2.7. Anti‐wrinkle assay by PRIMOS LITE

We evaluated the anti‐wrinkle effects of ARE using PRIMOS Lite (field of view 18 × 13; GFMesstechnik GmbH) and a VISIA‐CA (VISIA Complexion Analysis, Canfield Scientific, Inc.). To measure the effects of ARE using the PRIMOS Lite, we took pictures of the crow's feet wrinkles on skin at 0, 4, and 8 weeks. We analyzed skin wrinkle parameters (total roughness [R1], maximum roughness [R2], average roughness [R3], smooth roughness [R4], average of all heights and depths to the reference plane [R5]) with the PRIMOS Lite software (PRIMOS Lite version 5.8E) using 3D matching.

2.8. Anti‐wrinkle effect assay by global photodamage score

We also identified the anti‐wrinkle effects of ARE using a global photodamage score that was assigned based on a visual assessment. ¹⁵ At weeks 0, 4, and 8, dermatologists studied the photographs and scored them based on the severity of the wrinkles (0, none; 1, none/mild; 2, mild; 3, mild/moderate; 4, moderate; 5, moderate/severe; 6, severe; and 7, very severe).

2.9. Statistical analysis

The results are expressed as means ± standard deviation. The statistical analysis was measured using the SPSS software version 17.0 (SPSS Inc.) to determine the significance of the measured values using the test product. A repeated‐measures analysis of variance was conducted to analyze these results to compare placebo and ARE lotion group data to analyze the average of R1, R2, R3, R4, and R5 value, showing the degree of skin wrinkle. Statistical differences were considered significant at a p value of <0.05.

3. RESULTS

3.1. Cytotoxicity of ARE

To evaluate the cytotoxicity of ARE in fibroblasts, WST‐1 assays were performed using various concentrations using ELISA at 650 nm. ARE impacted cell viability in a dose‐dependent manner in fibroblasts. Cytotoxicity was maintained at over 90% when the cells were treated with sample doses of 50 μg/ml (Figure 1).

Cell viability assay on the effect of *Angelica gigas* Nakai root extracts in human dermal fibroblasts

3.2. Effects of ARE on type I collagen

To determine the anti‐wrinkle effects of ARE in vitro, we demonstrated the synthesis of type I collagen in fibroblasts. The culture was treated with various concentrations of ARE for 24 h and compared with a control and transforming growth factor‐beta (TGF‐β) (10 ng/ml). The ARE slightly increased type I collagen production by 40% at 50 μg/ml as compared with the control (Figure 2).

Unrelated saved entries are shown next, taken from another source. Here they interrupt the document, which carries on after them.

``t_plan`` is the solve time of the plan that flies the last stretch: 0 for the single-solve laws,
the last re-solve (one chief orbit before the deadline, ``freeze_s``) for ``hybrid_resolve``.
"""

from __future__ import annotations

import math
import time
from dataclasses import dataclass
from pathlib import Path

import numpy as np
import pytest

from guidance.constants import J2, MU_EARTH_M3PS2, OMEGA_EARTH_RADPS, R_EARTH_M
from guidance.density import DensityModel, relative_wind_speed_mps
from guidance.laws.base import COMMON_SETTINGS
from sim.log.reader import read_log
from sim.loop.run import run_scenario
from sim.scenario.reader import load_scenario

REPO = Path(__file__).resolve().parents[2]
SCEN = REPO / "scenarios"
LAWS = ("propulsion_only", "hybrid_single", "hybrid_resolve")

SPREAD_SHORT = {
    "run.duration_days": 6.0,
    "deputies[0].deadline_days": 6.0,
    "deputies[1].deadline_days": 6.0,
    "deputies[2].deadline_days": 6.0,
    "deputies[0].target_roe_m": [0.0, -10000.0, 0.0, 40.0, 0.0, 40.0],
    "deputies[1].target_roe_m": [0.0, 10000.0, 0.0, -40.0, 0.0, -40.0],
    "deputies[2].target_roe_m": [0.0, 20000.0, 0.0, 80.0, 0.0, 80.0],
}

# error budget of the ideal variant (module docstring)
MAP_M = 0.33
MAP_E = 2.4e-3
MAP_REL = 1e-5
REL_STM = 0.01
REL_DRAG = 0.05


# ------------------------------------------------------------------------------------------
# Flying
# ------------------------------------------------------------------------------------------


@dataclass
class Flown:
    law: str
    cfg: object
    summary: object
    log: object
    wall_s: float

    @property
    def metrics(self) -> dict:
        return {m.name: m for m in self.summary.metrics}

    def statuses(self) -> np.ndarray:
        return np.array([_s(x) for x in self.log.get("guidance/cycles/status")])


def _s(x) -> str:
    return x.decode() if isinstance(x, bytes) else str(x)


def _fly_all(path: Path, overrides: dict, folder: Path) -> dict[str, Flown]:
    out = {}
    for law in LAWS:
        cfg = load_scenario(path, overrides={**overrides, "guidance.law": law})
        h5 = folder / f"{path.stem}_{law}.h5"
        t0 = time.perf_counter()
        summary = run_scenario(cfg, h5)
        wall = time.perf_counter() - t0
        assert summary.status == "ok", (path.name, law, summary.reason)
        out[law] = Flown(law, cfg, summary, read_log(h5), wall)
        print(f"\n{path.stem} {law}: {wall:.1f} s wall")
        for m in summary.metrics:
            print(f"  {m.name}: dv {m.dv_total_mps:.4f} m/s, final error [m] "
                  + " ".join(f"{e:.2f}" for e in m.final_error_m))
    return out


@pytest.fixture(scope="module")
def pair_ideal(tmp_path_factory):
    return _fly_all(SCEN / "ei_pair_ideal.toml", {}, tmp_path_factory.mktemp("pair_ideal"))


@pytest.fixture(scope="module")
def pair_real(tmp_path_factory):
    return _fly_all(SCEN / "ei_pair.toml", {}, tmp_path_factory.mktemp("pair_real"))


@pytest.fixture(scope="module")
def spread_ideal(tmp_path_factory):
    return _fly_all(SCEN / "spread_four_ideal.toml", SPREAD_SHORT, tmp_path_factory.mktemp("spread_ideal"))


@pytest.fixture(scope="module")
def spread_real(tmp_path_factory):
    return _fly_all(SCEN / "spread_four.toml", SPREAD_SHORT, tmp_path_factory.mktemp("spread_real"))


# ------------------------------------------------------------------------------------------
# The error budget (module docstring)
# ------------------------------------------------------------------------------------------


def _truth(log, sc):
    g = f"spacecraft/{sc}/truth"
    return {k: np.asarray(log.get(f"{g}/{k}"), float)
            for k in ("t_s", "r_eci_m", "v_eci_mps", "density_kgpm3", "drag_area_m2", "mass_kg")}


def _drag_eci(x, cd):
    """Drag acceleration from logged truth samples, m/s^2 (atmosphere co-rotating with the Earth
    about the TOD z axis, covey's ECI; the truth's own force model, sim.truth.world)."""
    v_rel = x["v_eci_mps"] - np.cross([0.0, 0.0, OMEGA_EARTH_RADPS], x["r_eci_m"])
    k = 0.5 * x["density_kgpm3"] * cd * x["drag_area_m2"] / x["mass_kg"]
    return -(k * np.linalg.norm(v_rel, axis=1))[:, None] * v_rel


def chief_rates(a_m: float, i_rad: float):
    """Mean motion, secular J2 nodal and apsidal rates (Vallado 4th ed. [memory]), rad/s."""
    n = math.sqrt(MU_EARTH_M3PS2 / a_m**3)
    k = n * J2 * (R_EARTH_M / a_m) ** 2
    return n, -1.5 * k * math.cos(i_rad), 0.75 * k * (5.0 * math.cos(i_rad) ** 2 - 1.0)


def drag_mismatch_miss(fl: Flown, deputy: str, t_plan_s: float, t_end_s: float) -> np.ndarray:
    """Mean-ROE miss at ``t_end_s`` (a-scaled m, shape (6,)) caused by the differential drag the
    truth applied minus the differential along-track drag guidance planned with, from
    ``t_plan_s`` on (module docstring, item 1)."""
    cfg, log = fl.cfg, fl.log
    chief = cfg.chief.name
    cd = {sc.name: sc.bus.cd for sc in cfg.spacecraft}
    c, d = _truth(log, chief), _truth(log, deputy)
    df = _drag_eci(d, cd[deputy]) - _drag_eci(c, cd[chief])
    r, v = c["r_eci_m"], c["v_eci_mps"]
    R = r / np.linalg.norm(r, axis=1)[:, None]
    N = np.cross(r, v)
    N /= np.linalg.norm(N, axis=1)[:, None]
    T = np.cross(N, R)
    f = np.stack([np.sum(df * R, 1), np.sum(df * T, 1), np.sum(df * N, 1)], axis=1)
    t = c["t_s"]
    k0 = int(np.searchsorted(t, t_plan_s - 1e-6))
    a = float(log.get(f"spacecraft/{chief}/mean_oe/a_m")[k0])
    inc = math.radians(float(log.get(f"spacecraft/{chief}/mean_oe/i_deg")[k0]))
    # what guidance planned with: its density at the chief's altitude at the solve time,
    # the circular relative-wind speed, the areas as flown (guidance.laws.base, guidance.density)
    belief = DensityModel.from_settings(cfg.guidance.settings)
    rho_b = float(belief.density_kgpm3(a - R_EARTH_M))
    v_b = float(relative_wind_speed_mps(a, inc))
    f[:, 1] -= -0.5 * rho_b * v_b**2 * (cd[deputy] * d["drag_area_m2"] / d["mass_kg"]
                                         - cd[chief] * c["drag_area_m2"] / c["mass_kg"])
    n, raan_dot, argp_dot = chief_rates(a, inc)
    node = np.cross([0.0, 0.0, 1.0], N)
    node /= np.linalg.norm(node, axis=1)[:, None]
    u = np.arctan2(np.sum(R * np.cross(N, node), 1), np.sum(R * node, 1))
    sel = (t >= t_plan_s - 1e-6) & (t <= t_end_s + 1e-6)
    t, f, u = t[sel], f[sel], u[sel]
    su, cu = np.sin(u), np.cos(u)
    # Gauss, near-circular, a-scaled ROE rates per unit force (Gaias et al., JGCD 38(6), 2015)
    b = np.stack([2 * f[:, 1], -2 * f[:, 0], su * f[:, 0] + 2 * cu * f[:, 1],
                  -cu * f[:, 0] + 2 * su * f[:, 1], cu * f[:, 2], su * f[:, 2]], axis=1) / n
    A = np.zeros((6, 6))
    A[1, 0] = -1.5 * n                                   # Kepler along-track drift
    A[2, 3], A[3, 2] = -argp_dot, argp_dot               # relative e vector rotates (J2)
    A[5, 0] = -3.5 * raan_dot * math.sin(inc)            # nodal drift from da (J2)
    A[5, 4] = -raan_dot * math.sin(inc) * math.tan(inc)  # nodal drift from dix (J2)
    x = np.zeros(6)
    for k in range(1, t.size):
        x = x + (t[k] - t[k - 1]) * (A @ x + 0.5 * (b[k] + b[k - 1]))
    return x


def judge_minus_guidance(fl: Flown, deputy: str, t_s: float) -> np.ndarray:
    """Truth mean ROE (the judge) minus guidance's own estimate at a solve time ``t_s`` (the first
    point of that cycle's logged prediction), a-scaled m."""
    log = fl.log
    ct = log.get(f"guidance/predicted/{deputy}/cycle_t_s")
    tp = log.get(f"guidance/predicted/{deputy}/t_s")
    rp = log.get(f"guidance/predicted/{deputy}/roe_m")
    k = np.nonzero((np.abs(ct - t_s) < 1e-6) & (np.abs(tp - t_s) < 1e-6))[0]
    assert k.size == 1, (deputy, t_s)
    t = log.get(f"spacecraft/{deputy}/truth/t_s")
    j = int(np.searchsorted(t, t_s - 1e-6))
    assert abs(t[j] - t_s) < 1e-6
    return np.asarray(log.get(f"spacecraft/{deputy}/mean_roe_m")[j]) - rp[k[0]]


def replan_times(fl: Flown) -> np.ndarray:
    """Cycle times at which the law (re)planned (status other than ``hold``)."""
    st = fl.statuses()
    return np.asarray(fl.log.get("guidance/cycles/t_s"))[st != "hold"]


def ideal_tolerance_m(fl: Flown, deputy: str, t_plan_s: float, predicted_m: np.ndarray) -> np.ndarray:
    """Per-component tolerance of the ideal final error (module docstring, items 1-3), m."""
    dep = next(d for d in fl.cfg.deputies if d.name == deputy)
    t = fl.log.get(f"spacecraft/{deputy}/truth/t_s")
    roe = np.asarray(fl.log.get(f"spacecraft/{deputy}/mean_roe_m"))
    x_plan = roe[int(np.searchsorted(t, t_plan_s - 1e-6))]
    d = np.asarray(dep.target_roe_m) - x_plan
    # the change still to make, per group: a da, a dlambda, |a de| for both e, |a di| for both i
    remaining = np.abs(np.array([d[0], d[1], *[math.hypot(d[2], d[3])] * 2, *[math.hypot(d[4], d[5])] * 2]))
    a = float(fl.log.get(f"spacecraft/{fl.cfg.chief.name}/mean_oe/a_m")[0])
    n = math.sqrt(MU_EARTH_M3PS2 / a**3)
    mapping = mapping_bound_m(fl, deputy)
    p = np.asarray(predicted_m, float)
    p_group = np.abs(np.array([p[0], p[1], *[math.hypot(p[2], p[3])] * 2, *[math.hypot(p[4], p[5])] * 2]))
    tol = mapping + REL_STM * remaining + REL_DRAG * p_group
    tol[1] += 1.5 * n * (dep.deadline_s - t_plan_s) * mapping[0]
    return tol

Effects of type I collagen on *Angelica gigas* Nakai root extracts in human dermal fibroblasts

3.3. Clinical trials by roughness analysis

The anti‐wrinkle effects of ARE were further evaluated in a clinical study of healthy women. This clinical test on human skin was conducted with volunteers who satisfied all the inclusion criteria and did not meet the exclusion criteria. Roughness parameters were calculated to determine the anti‐wrinkle effects of the ARE lotion compared with the placebo. The use of lotion with 0.025% ARE for 8 weeks decreased the appearance of crow's feet wrinkles significantly in comparison with the use of the placebo (p < 0.05; Figure 3). The changes in roughness parameters were analyzed based on the average R1, R2, R3, R4, and R5 values.

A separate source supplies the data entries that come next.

Sources: the sampler's distributions are checked with the one-sample Kolmogorov-Smirnov test
(Massey, "The Kolmogorov-Smirnov test for goodness of fit", JASA 46(253), 1951; scipy.stats.kstest)
against scipy.stats' own distributions, and the choice distribution with Pearson's chi-square test
(Pearson, Philosophical Magazine 50, 1900; scipy.stats.chisquare). Everything else checks covey's
own input contract (common practice, no source).
"""

from __future__ import annotations

import textwrap
import tomllib

import numpy as np
import pytest
from scipy import stats

from sim.campaign.plan import plan_campaign, source_state
from sim.campaign.sampler import draws, run_seed
from sim.campaign.spec import SOURCES, load_campaign, parse_campaign
from sim.campaign.tomltext import dumps
from sim.cli.main import main
from sim.errors import ScenarioError
from sim.scenario.overrides import apply_override
from sim.scenario.reader import parse_scenario


@pytest.fixture
def demo(repo_root):
    return repo_root / "scenarios" / "demo_formation.toml"


def head(demo, runs=4, extra=""):
    return textwrap.dedent(f"""
        [campaign]
        name = "t"
        scenario = "{demo}"
        runs = {runs}
        master_seed = 5
        [campaign.set]
        "run.duration_days" = 0.2
        """) + textwrap.dedent(extra)


# ------------------------------------------------------------------------------------------
# Key paths (shared with covey run --set)
# ------------------------------------------------------------------------------------------


def test_override_replaces_one_array_element(demo):
    raw = tomllib.loads(demo.read_text())
    before = list(raw["deputies"][0]["roe_m"])
    apply_override(raw, "deputies[0].roe_m[1]", 2500.0, "x")
    assert raw["deputies"][0]["roe_m"] == before[:1] + [2500.0] + before[2:]
    cfg = parse_scenario(demo.read_text(), str(demo), overrides={"deputies[1].roe_m[3]": -90.0})
    assert cfg.deputies[1].roe_m[3] == -90.0 and cfg.deputies[1].roe_m[1] == -1500.0
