How it is solved (:class:`MinFuelProgram`)
-----------------------------------------
Rows are scaled by ``n a`` so that the columns are O(1) and the right-hand side ``delta`` is in
m/s. With six terminal constraints the dual has six variables and reads

``max q(lambda) = lambda.delta - sum_j dv_max (||G_j^T lambda|| - 1)_+ - sum_s (lambda.h_s)_+``

(``h_s = g_s (w_high - w_low)``, scaled). An optimal plan uses at most six free columns, so the
primal is solved by *column generation*: a restricted LP (HiGHS through its own Python bindings,
warm-started from the previous basis after every change) over the drag columns, the burn
directions found so far and six pairs of artificial columns; its row duals ``lambda`` price every
candidate burn at once (``||G_j^T lambda||`` for all ``j``, one numpy pass), and each burn whose best
direction ``G_j^T lambda / ||G_j^T lambda||`` has a negative reduced cost enters with that exact
Euclidean direction (at most ``n_add`` per round, local minima in time first). A burn whose
directions together exceed its maximum in an LP solution gets a capacity row ``sum mu <= dv_max``
(added lazily, then the LP is re-run) so that its resulting impulse
``sum mu c`` never exceeds the per-burn maximum. The restricted LP's cost is an upper bound and
``q(lambda)`` (weak duality) a certified lower bound on the optimum; rounds stop when the gap is
below ``tol_rel``. No polygonal approximation of the norm is involved: the only approximation is
the reported, bounded gap.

Changes in roughness parameters in crow's feet wrinkles during the study (*p < 0.05) compared with the placebo

Prior to the treatment with ARE lotion and placebo, values of total skin roughness (R1) were 151.38 arbitrary unit (AU) and 153.46 AU, respectively. The value of R1 (ΔR1) for the ARE lotion group were decreased by 10.99 AU and 19.64 AU for 4 and 8 weeks, respectively. Maximal roughness (R2) was 144.90 AU and 145.83 AU in the ARE lotion and placebo groups. ARE lotion treatment decreased R2 values by 9.40 AU, 19.52 for 4 and 8 weeks, respectively. The values of average roughness (R3) were decreased 2.62 AU and 5.01 AU for 4 and 8 weeks compared to baseline in ARE lotion and placebo groups. Also, ARE lotion ameliorated the values of smooth roughness (R4), which means that ARE lotion improved loss of skin moisture, decreased 5.70 AU and 10.07 AU for 4 and 8 weeks. Average of all heights and depths to the reference plane were changed by the ARE lotion group, significantly. Meanwhile, No significant difference in R1 to R5 value was found at from 4 weeks and 8 weeks in placebo. We confirmed that all the parameter values improved at 8 weeks after ARE use compared with placebo use (Figure 4). These results suggest that the ARE lotion demonstrates anti‐wrinkle effects in human trials.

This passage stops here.